What needs to be done:
Only the lines of the data below from the one with "let c = chunk_shape(s, value_bytes" through the one with "let mut bytes" are wanted. Repeat them exactly.

Supplied entries:
*** Begin section ***

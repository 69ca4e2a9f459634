import { useMutation, useQueryClient } from '@tanstack/react-query';
import { analysisPath, api } from '../../../lib/api-client';
import { invalidateModel } from './invalidate';

export function deleteTemplate(slug: string, region: string, process: string): Promise<void> {
  return api.delete(analysisPath(slug, 'templates', region, process));
}

export function useDeleteTemplate(slug: string) {
  const queryClient = useQueryClient();
  return useMutation({
    mutationFn: ({ region, process }: { region: string; process: string }) => deleteTemplate(slug, region, process),
    onSuccess: () => invalidateModel(queryClient, slug),
  });
}
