import { useMutation, useQueryClient } from '@tanstack/react-query';
import type { Region } from '@shared/schemas/api';
import { analysisPath, api } from '../../../lib/api-client';
import { invalidateModel } from './invalidate';

/** Set (or clear, with null) a region's observed counts. */
export function putObserved(slug: string, region: string, observed: number[] | null): Promise<Region> {
  return api.put<Region>(analysisPath(slug, 'regions', region, 'observed'), { observed });
}

export function usePutObserved(slug: string) {
  const queryClient = useQueryClient();
  return useMutation({
    mutationFn: ({ region, observed }: { region: string; observed: number[] | null }) => putObserved(slug, region, observed),
    onSuccess: () => invalidateModel(queryClient, slug),
  });
}
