/// The verbs.
#[derive(Debug, Subcommand)]
pub enum Command {
    /// Build the equilibrium on the profile's grid and write it (HDF5, and CSV for 1D grids).
    #[command(
        after_help = "Example:\n  stillpoint build profiles/quiet-slab.json -o slab.h5 --set g0=2"
    )]
    Build {
        #[command(flatten)]
        common: Common,
        /// Output HDF5 file (default: the profile's output.file, else NAME.h5).
        #[arg(short, long, value_name = "FILE")]
        output: Option<PathBuf>,
        /// Also write a CSV table beside the HDF5 file (1D grids only).
        #[arg(long)]
        csv: bool,
        #[command(flatten)]
        arrays: ArrayArgs,
        /// Overwrite existing output files.
        #[arg(long)]
        force: bool,
        /// Leave out of the file what differs between two builds of one
        /// profile (the creation time and the command line), so that the
        /// files are identical byte for byte.
        #[arg(long)]
        reproducible: bool,
        /// Print what the build would cost — cells, output bytes, peak
        /// memory and expected time (calibrated by a short timed run of
        /// the sampler and the writer) — and write nothing.
        #[arg(long)]
        estimate: bool,
        /// Draw no progress bar (it is drawn on standard error, when that is
        /// a terminal, for builds that take longer than about a second).
        #[arg(long, short)]
        quiet: bool,
        #[command(flatten)]
        stream: StreamArgs,
    },
    /// Check the balance with exact symbolic derivatives; exits non-zero when it fails.
    #[command(
        after_help = "Stability diagnostics, section `stability` (from exact derivatives; each \
                      with its minimum, maximum and where it fails; an unstable background still \
                      builds, with a caution, and the exit status is that of the balance):\n  \
                      kappa^2      Rayleigh's epicyclic frequency R^-3 d(R^4 Omega^2)/dR of disks \
                      (stratified disks: over (R, z)) and tori: < 0 is unstable to axisymmetric \
                      perturbations; a torus of constant specific angular momentum (kappa^2 = 0) \
                      is marginal\n  \
                      SH 1, SH 2   the Solberg-Hoiland criteria of stratified disks (with \
                      j = R v_phi, S = ln(P rho^-gamma)); skipped for gamma = 1\n  \
                      N^2          buoyancy frequency of slabs and spheres (Schwarzschild, with \
                      gas.gamma): N^2 < 0 is convectively unstable; skipped for gamma = 1\n  \
                      N_z^2        the vertical buoyancy frequency of stratified disks\n  \
                      R dOmega/dz  the vertical shear of stratified disks, with the growth time \
                      of the vertical-shear instability in local orbits (needs fast cooling)\n  \
                      Toomre Q     c kappa/(pi G Sigma), c = sqrt(P/Sigma), for vertically \
                      integrated disks: < 1 is gravitationally unstable if the simulation has \
                      self-gravity\n\n\
                      A torus (balance.torus) also reports its edges, density maximum, both \
                      balance residuals inside and the floored cells where balance is given \
                      up.\n\n\
                      Example:\n  stillpoint check profiles/powerlaw-disk.json --tolerance 1e-12"
    )]
    Check {
        #[command(flatten)]
        common: Common,
        /// Largest relative residual accepted (positive; double-precision
        /// rounding alone leaves residuals of 1e-16 to 1e-13).
        #[arg(long, value_name = "T", default_value = "1e-10", value_parser = positive_tolerance)]
        tolerance: f64,
        /// Relative amplitude of the perturbation the drift forecast compares
        /// with (positive; default: the largest peak of the profile's
        /// perturbations).
        #[arg(long, value_name = "ETA", value_parser = positive_tolerance)]
        amplitude: Option<f64>,
    },
    /// Print the background along its coordinate (rotation curve for disks).
    #[command(
        after_help = "Examples:\n  stillpoint table profiles/powerlaw-disk.json --points 8\n  stillpoint table profiles/quiet-slab.json --at 0,1,2.5 --csv"
    )]
    Table {
        #[command(flatten)]
        common: Common,
        /// Number of evenly spaced points over the grid's range, both ends
        /// included (at least 2; default 11).
        #[arg(long, value_name = "N", conflicts_with = "at",
              value_parser = clap::value_parser!(u32).range(2..))]
        points: Option<u32>,
        /// Comma-separated coordinates (numbers or formulas of parameters;
        /// negative values are accepted, e.g. `--at -1,0,1`).
        #[arg(long, value_name = "LIST", allow_hyphen_values = true)]
        at: Option<String>,
        /// Print CSV instead of aligned text.
        #[arg(long)]
        csv: bool,
    },
    /// Confirm a written HDF5 file: every field dataset against its recorded
    /// checksum, then a rebuild of the profile it records compared dataset
    /// by dataset; exits 1 when anything differs.
    #[command(
        after_help = "Checksums are SHA-256 of each field dataset's values as stored (C order, \
                      little-endian, the file's precision), in its attribute `checksum`. The \
                      creation time and the command line are not compared.\n\n\
                      Examples:\n  stillpoint confirm quiet-slab.h5\n  stillpoint confirm disk.h5 --no-rebuild"
    )]
    Confirm {
        /// The HDF5 file.
        file: PathBuf,
        /// Only compare the checksums; do not build the profile again.
        #[arg(long)]
        no_rebuild: bool,
    },
    /// Print the derived laws and the derivatives used, as formulas.
    #[command(after_help = "Example:\n  stillpoint derive profiles/ring-disk.json --latex")]
    Derive {
        #[command(flatten)]
        common: Common,
        /// Print LaTeX instead of plain text.
        #[arg(long)]
        latex: bool,
    },
    /// Write the background as source code: a self-contained function (C99, Fortran or
    /// Python with NumPy) that evaluates it at any point, parameters baked in.
    #[command(
        after_help = "Closed-form backgrounds are emitted as formulas; integrated ones carry a \
                      piecewise Chebyshev interpolant of the integrated quantity whose largest \
                      error is measured against stillpoint's own background before anything is \
                      written. Perturbations are not part of the background and are left out; \
                      a torus is refused.\n\n\
                      Examples:\n  stillpoint emit profiles/powerlaw-disk.json --lang c -o disk.h\n  \
                      stillpoint emit layered-atmosphere --lang python -o atmosphere.py"
    )]
    Emit {
        #[command(flatten)]
        common: Common,
        /// The language.
        #[arg(long, value_enum)]
        lang: LangArg,
        /// Output file (default: standard output, the summary then on standard error).
        #[arg(short, long, value_name = "FILE")]
        output: Option<PathBuf>,
        /// Overwrite an existing output file.
        #[arg(long)]
        force: bool,
        /// Largest relative error of an interpolated field (P or rho) accepted.
        #[arg(long, value_name = "T", default_value = "1e-12", value_parser = positive_tolerance)]
        tolerance: f64,
    },
    /// List the bundled profiles, a line each; with a NAME, print that
    /// profile's JSON (save it, edit it, build it).
    #[command(
        after_help = "Examples:\n  stillpoint profiles\n  stillpoint profiles powerlaw-disk > my-disk.json"
    )]
    Profiles {
        /// A bundled profile whose JSON to print.
        name: Option<String>,
    },
    /// Draw a profile as PNG or SVG: its curves along the balance
    /// coordinate, a slice of its grid, or the residual of its balance.
    #[command(after_help = "Kinds (--what):\n  \
                      curves    density, pressure, temperature (or c^2) along the balance \
                      coordinate; for disks also v_phi/v_K, 1 - v_phi/v_K and H/R\n  \
                      slice     one field (--field, default density) on the plane of a 2D grid, \
                      or on the meridional plane phi = first cell (cylindrical and spherical \
                      grids) or the plane of z nearest 0 (Cartesian boxes) of a 3D grid, with \
                      contours\n  \
                      residual  the relative residual of the balance along the balance \
                      coordinate, from exact derivatives, against the check tolerance\n\n\
                      Examples:\n  stillpoint plot powerlaw-disk -o disk.png\n  \
                      stillpoint plot flared-disk-spherical -o slice.svg --what slice --field \
                      velocity_phi\n  stillpoint plot quiet-slab -o residual.png --what residual \
                      --set g0=2")]
    Plot {
        #[command(flatten)]
        common: Common,
        /// The image file: .png or .svg.
        #[arg(short, long, value_name = "FILE")]
        output: PathBuf,
        /// What to draw.
        #[arg(long, value_enum, default_value = "curves")]
        what: PlotWhat,
        /// The field a slice shows (a dataset name of the built file, e.g.
        /// density, pressure, velocity_phi).
        #[arg(long, value_name = "NAME")]
        field: Option<String>,
        /// Image size in pixels, WIDTHxHEIGHT.
        #[arg(long, value_name = "WxH", default_value = "1000x750", value_parser = parse_size)]
        size: (u32, u32),
        /// Overwrite an existing image.
        #[arg(long)]
        force: bool,
    },
    /// Print a shell completion script for SHELL on stdout.
    #[command(
        after_help = "Examples:\n  stillpoint completions bash > ~/.local/share/bash-completion/completions/stillpoint\n  stillpoint completions zsh > ~/.zfunc/_stillpoint"
    )]
    Completions {
        /// The shell.
        #[arg(value_enum)]
        shell: clap_complete::Shell,
    },
    /// Print the manual page (roff) on stdout.
    #[command(after_help = "Example:\n  stillpoint manual > stillpoint.1 && man ./stillpoint.1")]
    Manual,
}
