impl Plan {
    /// The plan of `loaded`'s build under `opts`, on `threads` threads.
    /// With the `sampler` (after solving) the reduced array is its own;
    /// without, every axis is taken as varying (an upper bound).
    pub fn new(
        loaded: &Loaded,
        opts: &StreamOptions,
        threads: usize,
        sampler: Option<&crate::sample::Sampler<'_>>,
    ) -> Plan {
        Plan::with_groups(loaded, opts, threads, sampler, None)
    }

    /// [`Plan::new`], with the output's size taken from the groups as the
    /// file will hold them (`groups`: the fields `output.fields` keeps,
    /// nodes, modes and faces in their own shapes, links not counted).
    /// Without them every field is counted with the rule's values per cell.
    pub fn with_groups(
        loaded: &Loaded,
        opts: &StreamOptions,
        threads: usize,
        sampler: Option<&crate::sample::Sampler<'_>>,
        groups: Option<&[GroupPlan]>,
    ) -> Plan {
        let gas = pipeline::gas_constants(loaded);
        // Every field of every group the sampler writes (a perturbed build
        // writes the state and the perturbation beside the background).
        let specs = match sampler {
            Some(s) => s.fields(),
            None => crate::sample::field_specs(&loaded.grid, &gas),
        };
        let shape = loaded.grid.shape();
        let cells = shape.iter().map(|n| *n as u64).product::<u64>();
        let value_bytes = match opts.precision {
            Precision::Double => 8,
            Precision::Single => 4,
        };
        let slab_rows = pipeline::slab_rows(&shape, specs.len(), opts).min(shape[0]);
        let row_cells = shape[1..].iter().map(|n| *n as u64).product::<u64>();
        let slab_bytes = 8 * specs.len() as u64 * slab_rows as u64 * row_cells;
        let slots = 7 + 2 * loaded.grid.velocity_components().len() as u64;
        let reduced_bytes = 8 * match sampler {
            Some(s) => s.reduced_len(slab_rows) as u64,
            None => slab_rows as u64 * slots * row_cells,
        };
        let slabs = shape[0].div_ceil(slab_rows.max(1)) as u64;
        let in_flight = if threads > 1 {
            SLABS_IN_FLIGHT.min(slabs)
        } else {
            1
        };
        let chunk = chunk_shape(&shape, value_bytes as usize);
        let grid_bytes: u64 = shape.iter().map(|n| 8 * (2 * *n as u64 + 1)).sum();
        // The Cartesian position of every node, for the XDMF file.
        let node_bytes = if crate::output::xdmf::rectilinear(&loaded.grid) {
            0
        } else {
            3 * 8
                * crate::output::xdmf::node_shape(&loaded.grid)
                    .iter()
                    .map(|n| *n as u64)
                    .product::<u64>()
        };
        let per_cell = match loaded.sampling {
            crate::sample::SamplingRule::Nodes { points, .. } => points,
            crate::sample::SamplingRule::Modes { modes, .. } => modes,
            _ => 1,
        };
        // Stored whole chunks: a partial chunk at the end of an axis takes
        // the room of a whole one.
        let whole = |s: &[usize]| -> u64 {
            let c = chunk_shape(s, value_bytes as usize);
            s.iter()
                .zip(&c)
                .map(|(n, c)| (n.div_ceil(*c) * c) as u64)
                .product::<u64>()
                * value_bytes
        };
        let field_bytes = match groups {
            Some(groups) => groups
                .iter()
                .filter(|g| g.link_to.is_none())
                .flat_map(|g| &g.fields)
                .map(|f| whole(&f.placement.shape(&shape)))
                .sum(),
            None => {
                // The placements a build of this rule and face request
                // writes (see `Sampler::faces` for the face layouts).
                use crate::fields::{Location, Placement};
                let d = shape.len();
                let trailing = |n: usize, k: usize| if n > 1 { vec![n; k] } else { Vec::new() };
                let cell = Placement {
                    location: Location::Cell,
                    extra: trailing(per_cell, d),
                };
                let mut bytes = specs.len() as u64 * whole(&cell.shape(&shape));
                for axis in 0..d {
                    let location = Location::Face { axis };
                    if let Some(nodes) = loaded.faces.values {
                        let at = Placement {
                            location,
                            extra: trailing(nodes.unwrap_or(1), d - 1),
                        };
                        bytes += specs.len() as u64 * whole(&at.shape(&shape));
                    }
                    if loaded.faces.staggered {
                        let at = Placement {
                            location,
                            extra: Vec::new(),
                        };
                        bytes += whole(&at.shape(&shape));
                    }
                }
                bytes
            }
        };
        let output_bytes =
            field_bytes + grid_bytes + node_bytes + loaded.json_text.len() as u64 + FILE_OVERHEAD;
        // The writer converts one field of a slab at a time to f32, and
        // the library may hold a chunk per dataset.
        let convert = match opts.precision {
            Precision::Double => 0,
            Precision::Single => slab_bytes / specs.len().max(1) as u64 / 2,
        };
        let chunk_bytes = specs.len() as u64 * value_bytes * chunk.iter().product::<usize>() as u64;
        let stream_bytes = in_flight * slab_bytes + reduced_bytes + convert + chunk_bytes;
        Plan {
            shape,
            cells,
            fields: specs.len(),
            value_bytes,
            per_cell: (per_cell as u64).pow(loaded.grid.shape().len() as u32),
            field_bytes,
            datasets: groups.map_or(specs.len(), |g| {
                g.iter()
                    .filter(|g| g.link_to.is_none())
                    .map(|g| g.fields.len())
                    .sum()
            }),
            node_bytes,
            output_bytes,
            slab_rows,
            slabs,
            slab_bytes,
            reduced_bytes,
            in_flight,
            stream_bytes,
        }
    }
}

*** End section ***

Finished exercise:
            let c = chunk_shape(s, value_bytes as usize);
            s.iter()
                .zip(&c)
                .map(|(n, c)| (n.div_ceil(*c) * c) as u64)
                .product::<u64>()
                * value_bytes
        };
        let field_bytes = match groups {
            Some(groups) => groups
                .iter()
                .filter(|g| g.link_to.is_none())
                .flat_map(|g| &g.fields)
                .map(|f| whole(&f.placement.shape(&shape)))
                .sum(),
            None => {
                // The placements a build of this rule and face request
                // writes (see `Sampler::faces` for the face layouts).
                use crate::fields::{Location, Placement};
                let d = shape.len();
                let trailing = |n: usize, k: usize| if n > 1 { vec![n; k] } else { Vec::new() };
                let cell = Placement {
                    location: Location::Cell,
                    extra: trailing(per_cell, d),
                };
                let mut bytes = specs.len() as u64 * whole(&cell.shape(&shape));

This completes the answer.